Superficial and cutaneous mycoses are among the most common human infections worldwide, while the endemic systemic mycoses are concentrated in defined regions tied to their environmental reservoirs. Opportunistic mycoses have risen with the growth of immunocompromised populations and intensive medical care, and global burden estimates place serious fungal disease in the millions of cases annually, with substantial mortality concentrated in the deep and disseminated forms (Bongomin, 2017; Benedict, 2017).

History

The depth-based ordering of fungal disease — superficial, cutaneous, subcutaneous, and systemic — became the organising spine of twentieth-century medical mycology and is reflected in classic texts such as Rippon's Medical Mycology (Rippon, 1988).
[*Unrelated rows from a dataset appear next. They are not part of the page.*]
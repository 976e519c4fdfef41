namespace Stochastic.Chains.Kernels;

/// <summary>The rates of a chain row by row, whatever the storage: row = from, column = to.</summary>
internal interface IRateRows
{
    /// <summary>The number of states.</summary>
    int Count { get; }

    /// <summary>The stored rates of a row; zeros and the diagonal may be among them and are no moves.</summary>
    ReadOnlySpan<double> Rates(int row);

    /// <summary>The column of a stored rate.</summary>
    int Column(int row, int position);

    /// <summary>Adds a multiple of the row's off-diagonals to a vector.</summary>
    void AddScaled(int row, double factor, Span<double> target);

    /// <summary>The sum of the row's off-diagonals, each times the entry of a vector.</summary>
    double Dot(int row, ReadOnlySpan<double> vector);
}

/// <summary>The rows of a row-major square table.</summary>
internal readonly struct DenseRates(double[] table, int size) : IRateRows
{
    public int Count => size;

    public ReadOnlySpan<double> Rates(int row) => table.AsSpan(row * size, size);

    public int Column(int row, int position) => position;

    public void AddScaled(int row, double factor, Span<double> target)
    {
        var rates = Rates(row);
        VectorLoops.AddScaled(factor, rates[..row], target);
        VectorLoops.AddScaled(factor, rates[(row + 1)..], target[(row + 1)..]);
    }

    public double Dot(int row, ReadOnlySpan<double> vector)
    {
        var rates = Rates(row);
        return VectorLoops.Dot(rates[..row], vector[..row]) + VectorLoops.Dot(rates[(row + 1)..], vector[(row + 1)..]);
    }
}

/// <summary>Compressed sparse rows.</summary>
internal readonly struct SparseRates(CompressedRows rows) : IRateRows
{
    public int Count => rows.RowCount;

    public ReadOnlySpan<double> Rates(int row) => rows.RowValues(row);

    public int Column(int row, int position) => rows.Columns[rows.Starts[row] + position];

    public void AddScaled(int row, double factor, Span<double> target)
    {
        var columns = rows.RowColumns(row);
        var rates = rows.RowValues(row);
        for (var position = 0; position < columns.Length; position++)
        {
            if (columns[position] != row)
            {
                target[columns[position]] += factor * rates[position];
            }
        }
    }

    public double Dot(int row, ReadOnlySpan<double> vector)
    {
        var columns = rows.RowColumns(row);
        var rates = rows.RowValues(row);
        var sum = 0.0;
        for (var position = 0; position < columns.Length; position++)
        {
            if (columns[position] != row)
            {
                sum += rates[position] * vector[columns[position]];
            }
        }

        return sum;
    }
}
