using System.Runtime.ExceptionServices;

namespace Stochastic.Chains.Kernels;

/// <summary>
/// Shares independent pieces of work between the calling thread and helpers from the thread pool. The caller never waits for a helper to
/// arrive: it takes pieces itself until none is left, then waits only for pieces that a helper has begun. A helper that comes late finds
/// nothing to do and leaves.
/// </summary>
internal sealed class WorkSharing(int threads, CancellationToken cancellation)
{
    /// <summary>The token that the work looks at.</summary>
    internal CancellationToken Cancellation => cancellation;

    /// <summary>Runs <paramref name="piece"/> once for each index below <paramref name="count"/>, in no fixed order.</summary>
    /// <exception cref="OperationCanceledException">Cancellation was requested; it is looked for before each piece.</exception>
    internal void Run(int count, Action<int> piece)
    {
        if (threads <= 1 || count <= 1)
        {
            for (var index = 0; index < count; index++)
            {
                cancellation.ThrowIfCancellationRequested();
                piece(index);
            }

            return;
        }

        var round = new Round(count, piece, cancellation);
        for (var helpers = Math.Min(threads, count) - 1; helpers > 0; helpers--)
        {
            ThreadPool.UnsafeQueueUserWorkItem(round, preferLocal: false);
        }

        round.Execute();
        round.WaitForHelpers();
        cancellation.ThrowIfCancellationRequested();
    }

    private sealed class Round(int count, Action<int> piece, CancellationToken cancellation) : IThreadPoolWorkItem
    {
        private readonly object _gate = new();
        private ExceptionDispatchInfo? _failure;
        private int _taken;
        private int _finished;

        public void Execute()
        {
            for (var index = Interlocked.Increment(ref _taken) - 1; index < count; index = Interlocked.Increment(ref _taken) - 1)
            {
                Attempt(index);
                if (Interlocked.Increment(ref _finished) == count)
                {
                    lock (_gate)
                    {
                        Monitor.Pulse(_gate);
                    }
                }
            }
        }

        internal void WaitForHelpers()
        {
            lock (_gate)
            {
                while (Volatile.Read(ref _finished) < count)
                {
                    Monitor.Wait(_gate);
                }
            }

            _failure?.Throw();
        }

        private void Attempt(int index)
        {
            if (cancellation.IsCancellationRequested || _failure is not null)
            {
                return;
            }

            try
            {
                piece(index);
            }
            catch (Exception exception) when (Keep(exception))
            {
                // The caller throws it again, on its own thread.
            }
        }

        private bool Keep(Exception exception)
        {
            _failure = ExceptionDispatchInfo.Capture(exception);
            return true;
        }
    }
}
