using System.Runtime.CompilerServices;
using System.Runtime.InteropServices;
using System.Runtime.Intrinsics;

namespace Stochastic.Chains.Kernels;

/// <summary>Four numbers from a sequence that may end among or before them.</summary>
internal static class EdgeVector
{
    /// <summary>The numbers from an index on, zeros behind the end of the sequence.</summary>
    [MethodImpl(MethodImplOptions.AggressiveInlining)]
    internal static Vector256<double> Of(ReadOnlySpan<double> values, int index)
    {
        ref var first = ref Unsafe.Add(ref MemoryMarshal.GetReference(values), index);
        return (values.Length - index) switch
        {
            >= 4 => Vector256.LoadUnsafe(ref first),
            3 => Vector256.Create(first, Unsafe.Add(ref first, 1), Unsafe.Add(ref first, 2), 0),
            2 => Vector256.Create(first, Unsafe.Add(ref first, 1), 0, 0),
            1 => Vector256.Create(first, 0, 0, 0),
            _ => Vector256<double>.Zero,
        };
    }
}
The later expansion of immunosuppressive therapy, transplantation, and critical care reshaped the field by bringing opportunistic and nosocomial fungal infections to prominence alongside the older endemic categories (Benedict, 2017).

Related topics

Seminal works

  • bongomin-2017
  • benedict-2017
  • rippon-1988

Frequently asked questions

What does classifying mycoses 'by depth and distribution' mean?
It means grouping fungal infections by how deep into the body's tissues they reach (from surface keratin down to deep organs) and by how they are distributed epidemiologically (geographically endemic versus ubiquitous and opportunistic).
Why are some fungal infections endemic and others found everywhere?
Endemic mycoses are caused by dimorphic fungi that live in specific environmental niches, so disease clusters where those fungi exist; opportunistic mycoses are caused by fungi present almost everywhere that usually cause disease only when host defences are weakened.